▶ EXERCISE DESCRIPTION: When you reach the records, transcribe all of them exactly.

▶ RECORDS FOR THIS EXERCISE:
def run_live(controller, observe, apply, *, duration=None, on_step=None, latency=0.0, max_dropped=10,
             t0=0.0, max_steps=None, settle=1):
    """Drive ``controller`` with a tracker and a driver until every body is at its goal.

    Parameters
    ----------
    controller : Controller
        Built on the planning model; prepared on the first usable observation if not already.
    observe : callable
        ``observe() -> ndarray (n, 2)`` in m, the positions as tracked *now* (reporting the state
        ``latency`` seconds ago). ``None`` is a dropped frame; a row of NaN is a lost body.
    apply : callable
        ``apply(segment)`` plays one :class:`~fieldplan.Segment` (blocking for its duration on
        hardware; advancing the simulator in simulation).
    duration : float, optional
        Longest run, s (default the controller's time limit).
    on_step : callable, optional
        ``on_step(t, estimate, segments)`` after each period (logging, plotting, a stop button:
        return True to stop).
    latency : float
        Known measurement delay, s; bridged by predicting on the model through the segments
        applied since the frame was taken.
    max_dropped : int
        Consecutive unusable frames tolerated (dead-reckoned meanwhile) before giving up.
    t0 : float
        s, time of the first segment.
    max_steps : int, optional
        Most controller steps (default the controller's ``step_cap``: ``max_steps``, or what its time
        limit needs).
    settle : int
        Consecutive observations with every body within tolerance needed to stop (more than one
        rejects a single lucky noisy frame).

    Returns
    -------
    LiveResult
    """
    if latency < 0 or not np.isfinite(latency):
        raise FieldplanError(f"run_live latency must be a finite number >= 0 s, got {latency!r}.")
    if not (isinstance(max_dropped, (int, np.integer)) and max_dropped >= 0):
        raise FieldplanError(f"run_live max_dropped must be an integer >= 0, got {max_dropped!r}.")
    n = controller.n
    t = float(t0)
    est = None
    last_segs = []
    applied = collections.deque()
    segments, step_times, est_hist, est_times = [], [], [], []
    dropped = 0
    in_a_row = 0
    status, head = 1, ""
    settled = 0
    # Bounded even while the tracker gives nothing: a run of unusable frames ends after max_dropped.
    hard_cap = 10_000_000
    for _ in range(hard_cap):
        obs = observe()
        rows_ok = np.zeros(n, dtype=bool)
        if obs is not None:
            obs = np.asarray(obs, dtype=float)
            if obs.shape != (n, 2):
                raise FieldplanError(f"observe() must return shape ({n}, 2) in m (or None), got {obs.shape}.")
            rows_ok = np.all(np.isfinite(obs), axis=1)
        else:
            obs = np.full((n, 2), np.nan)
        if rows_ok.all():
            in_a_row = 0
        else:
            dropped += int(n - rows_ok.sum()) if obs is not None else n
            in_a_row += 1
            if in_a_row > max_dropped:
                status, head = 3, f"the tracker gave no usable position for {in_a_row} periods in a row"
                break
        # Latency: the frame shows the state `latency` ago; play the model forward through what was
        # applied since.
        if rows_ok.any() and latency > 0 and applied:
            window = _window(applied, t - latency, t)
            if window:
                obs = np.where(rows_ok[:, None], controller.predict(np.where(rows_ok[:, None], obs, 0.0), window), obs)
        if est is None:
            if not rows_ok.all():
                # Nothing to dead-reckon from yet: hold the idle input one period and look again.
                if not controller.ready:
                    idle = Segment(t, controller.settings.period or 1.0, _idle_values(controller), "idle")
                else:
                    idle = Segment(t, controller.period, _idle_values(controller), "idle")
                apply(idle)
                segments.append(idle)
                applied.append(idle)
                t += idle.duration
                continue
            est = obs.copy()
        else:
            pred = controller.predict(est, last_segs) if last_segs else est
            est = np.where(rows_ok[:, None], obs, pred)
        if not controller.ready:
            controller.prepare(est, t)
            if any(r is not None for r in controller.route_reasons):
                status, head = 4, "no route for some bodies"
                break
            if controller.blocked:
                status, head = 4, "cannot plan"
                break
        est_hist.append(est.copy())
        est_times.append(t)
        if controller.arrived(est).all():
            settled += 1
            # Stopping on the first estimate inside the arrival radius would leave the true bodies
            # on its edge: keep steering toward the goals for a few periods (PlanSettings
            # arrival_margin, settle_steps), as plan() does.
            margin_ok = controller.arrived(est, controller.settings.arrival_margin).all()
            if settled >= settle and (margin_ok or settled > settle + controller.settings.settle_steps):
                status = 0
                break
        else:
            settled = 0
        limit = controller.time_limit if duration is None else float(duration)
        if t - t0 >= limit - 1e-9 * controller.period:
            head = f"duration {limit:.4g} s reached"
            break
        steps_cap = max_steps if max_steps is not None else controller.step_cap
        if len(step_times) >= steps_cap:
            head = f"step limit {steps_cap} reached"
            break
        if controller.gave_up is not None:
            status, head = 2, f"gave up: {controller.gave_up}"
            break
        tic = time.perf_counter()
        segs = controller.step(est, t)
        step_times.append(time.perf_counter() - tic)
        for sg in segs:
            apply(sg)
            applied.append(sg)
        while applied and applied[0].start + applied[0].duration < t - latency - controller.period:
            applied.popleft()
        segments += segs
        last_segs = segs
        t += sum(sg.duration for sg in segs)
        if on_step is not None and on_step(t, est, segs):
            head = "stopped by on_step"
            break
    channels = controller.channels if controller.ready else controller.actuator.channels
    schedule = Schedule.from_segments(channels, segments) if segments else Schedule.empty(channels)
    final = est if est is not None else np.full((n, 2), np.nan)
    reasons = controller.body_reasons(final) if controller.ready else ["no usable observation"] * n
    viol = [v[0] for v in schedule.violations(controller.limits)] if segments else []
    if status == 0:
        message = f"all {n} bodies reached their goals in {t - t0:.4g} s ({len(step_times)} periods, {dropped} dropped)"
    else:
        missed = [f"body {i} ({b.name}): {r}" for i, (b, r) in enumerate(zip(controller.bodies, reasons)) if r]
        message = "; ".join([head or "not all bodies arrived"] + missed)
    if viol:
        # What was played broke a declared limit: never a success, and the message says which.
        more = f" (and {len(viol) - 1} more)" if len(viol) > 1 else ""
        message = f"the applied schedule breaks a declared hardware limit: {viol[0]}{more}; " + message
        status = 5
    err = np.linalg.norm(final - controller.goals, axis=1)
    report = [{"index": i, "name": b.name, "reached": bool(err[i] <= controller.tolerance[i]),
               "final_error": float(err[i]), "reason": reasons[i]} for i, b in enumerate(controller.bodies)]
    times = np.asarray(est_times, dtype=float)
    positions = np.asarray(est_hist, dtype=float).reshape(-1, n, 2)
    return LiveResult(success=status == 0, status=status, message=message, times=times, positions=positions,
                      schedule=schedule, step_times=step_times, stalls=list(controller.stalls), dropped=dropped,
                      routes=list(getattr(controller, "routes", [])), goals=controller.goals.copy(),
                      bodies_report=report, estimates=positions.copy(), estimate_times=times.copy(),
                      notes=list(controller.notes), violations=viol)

▶ RESPONSE BELOW:
def run_live(controller, observe, apply, *, duration=None, on_step=None, latency=0.0, max_dropped=10,
             t0=0.0, max_steps=None, settle=1):
    """Drive ``controller`` with a tracker and a driver until every body is at its goal.

    Parameters
    ----------
    controller : Controller
        Built on the planning model; prepared on the first usable observation if not already.
    observe : callable
        ``observe() -> ndarray (n, 2)`` in m, the positions as tracked *now* (reporting the state
        ``latency`` seconds ago). ``None`` is a dropped frame; a row of NaN is a lost body.
    apply : callable
        ``apply(segment)`` plays one :class:`~fieldplan.Segment` (blocking for its duration on
        hardware; advancing the simulator in simulation).
    duration : float, optional
        Longest run, s (default the controller's time limit).
    on_step : callable, optional
        ``on_step(t, estimate, segments)`` after each period (logging, plotting, a stop button:
        return True to stop).
    latency : float
        Known measurement delay, s; bridged by predicting on the model through the segments
        applied since the frame was taken.
    max_dropped : int
        Consecutive unusable frames tolerated (dead-reckoned meanwhile) before giving up.
    t0 : float
        s, time of the first segment.
    max_steps : int, optional
        Most controller steps (default the controller's ``step_cap``: ``max_steps``, or what its time
        limit needs).
    settle : int
        Consecutive observations with every body within tolerance needed to stop (more than one
        rejects a single lucky noisy frame).

    Returns
    -------
    LiveResult
    """
    if latency < 0 or not np.isfinite(latency):
        raise FieldplanError(f"run_live latency must be a finite number >= 0 s, got {latency!r}.")
    if not (isinstance(max_dropped, (int, np.integer)) and max_dropped >= 0):
        raise FieldplanError(f"run_live max_dropped must be an integer >= 0, got {max_dropped!r}.")
    n = controller.n
    t = float(t0)
    est = None
    last_segs = []
    applied = collections.deque()
    segments, step_times, est_hist, est_times = [], [], [], []
    dropped = 0
    in_a_row = 0
    status, head = 1, ""
    settled = 0
    # Bounded even while the tracker gives nothing: a run of unusable frames ends after max_dropped.
    hard_cap = 10_000_000
    for _ in range(hard_cap):
        obs = observe()
        rows_ok = np.zeros(n, dtype=bool)
        if obs is not None:
            obs = np.asarray(obs, dtype=float)
            if obs.shape != (n, 2):
                raise FieldplanError(f"observe() must return shape ({n}, 2) in m (or None), got {obs.shape}.")
            rows_ok = np.all(np.isfinite(obs), axis=1)
        else:
            obs = np.full((n, 2), np.nan)
        if rows_ok.all():
            in_a_row = 0
        else:
            dropped += int(n - rows_ok.sum()) if obs is not None else n
            in_a_row += 1
            if in_a_row > max_dropped:
                status, head = 3, f"the tracker gave no usable position for {in_a_row} periods in a row"
                break
        # Latency: the frame shows the state `latency` ago; play the model forward through what was
        # applied since.
        if rows_ok.any() and latency > 0 and applied:
            window = _window(applied, t - latency, t)
            if window:
                obs = np.where(rows_ok[:, None], controller.predict(np.where(rows_ok[:, None], obs, 0.0), window), obs)
        if est is None:
            if not rows_ok.all():
                # Nothing to dead-reckon from yet: hold the idle input one period and look again.
                if not controller.ready:
                    idle = Segment(t, controller.settings.period or 1.0, _idle_values(controller), "idle")
                else:
                    idle = Segment(t, controller.period, _idle_values(controller), "idle")
                apply(idle)
                segments.append(idle)
                applied.append(idle)
                t += idle.duration
                continue
            est = obs.copy()
        else:
            pred = controller.predict(est, last_segs) if last_segs else est
            est = np.where(rows_ok[:, None], obs, pred)
        if not controller.ready:
            controller.prepare(est, t)
            if any(r is not None for r in controller.route_reasons):
                status, head = 4, "no route for some bodies"
                break
            if controller.blocked:
                status, head = 4, "cannot plan"
                break
        est_hist.append(est.copy())
        est_times.append(t)
        if controller.arrived(est).all():
            settled += 1
            # Stopping on the first estimate inside the arrival radius would leave the true bodies
            # on its edge: keep steering toward the goals for a few periods (PlanSettings
            # arrival_margin, settle_steps), as plan() does.
            margin_ok = controller.arrived(est, controller.settings.arrival_margin).all()
            if settled >= settle and (margin_ok or settled > settle + controller.settings.settle_steps):
                status = 0
                break
        else:
            settled = 0
        limit = controller.time_limit if duration is None else float(duration)
        if t - t0 >= limit - 1e-9 * controller.period:
            head = f"duration {limit:.4g} s reached"
            break
        steps_cap = max_steps if max_steps is not None else controller.step_cap
        if len(step_times) >= steps_cap:
            head = f"step limit {steps_cap} reached"
            break
        if controller.gave_up is not None:
            status, head = 2, f"gave up: {controller.gave_up}"
            break
        tic = time.perf_counter()
        segs = controller.step(est, t)
        step_times.append(time.perf_counter() - tic)
        for sg in segs:
            apply(sg)
            applied.append(sg)
        while applied and applied[0].start + applied[0].duration < t - latency - controller.period:
            applied.popleft()
        segments += segs
        last_segs = segs
        t += sum(sg.duration for sg in segs)
        if on_step is not None and on_step(t, est, segs):
            head = "stopped by on_step"
            break
    channels = controller.channels if controller.ready else controller.actuator.channels
    schedule = Schedule.from_segments(channels, segments) if segments else Schedule.empty(channels)
    final = est if est is not None else np.full((n, 2), np.nan)
    reasons = controller.body_reasons(final) if controller.ready else ["no usable observation"] * n
    viol = [v[0] for v in schedule.violations(controller.limits)] if segments else []
    if status == 0:
        message = f"all {n} bodies reached their goals in {t - t0:.4g} s ({len(step_times)} periods, {dropped} dropped)"
    else:
        missed = [f"body {i} ({b.name}): {r}" for i, (b, r) in enumerate(zip(controller.bodies, reasons)) if r]
        message = "; ".join([head or "not all bodies arrived"] + missed)
    if viol:
        # What was played broke a declared limit: never a success, and the message says which.
        more = f" (and {len(viol) - 1} more)" if len(viol) > 1 else ""
        message = f"the applied schedule breaks a declared hardware limit: {viol[0]}{more}; " + message
        status = 5
    err = np.linalg.norm(final - controller.goals, axis=1)
    report = [{"index": i, "name": b.name, "reached": bool(err[i] <= controller.tolerance[i]),
               "final_error": float(err[i]), "reason": reasons[i]} for i, b in enumerate(controller.bodies)]
    times = np.asarray(est_times, dtype=float)
    positions = np.asarray(est_hist, dtype=float).reshape(-1, n, 2)
    return LiveResult(success=status == 0, status=status, message=message, times=times, positions=positions,
                      schedule=schedule, step_times=step_times, stalls=list(controller.stalls), dropped=dropped,
                      routes=list(getattr(controller, "routes", [])), goals=controller.goals.copy(),
                      bodies_report=report, estimates=positions.copy(), estimate_times=times.copy(),
                      notes=list(controller.notes), violations=viol)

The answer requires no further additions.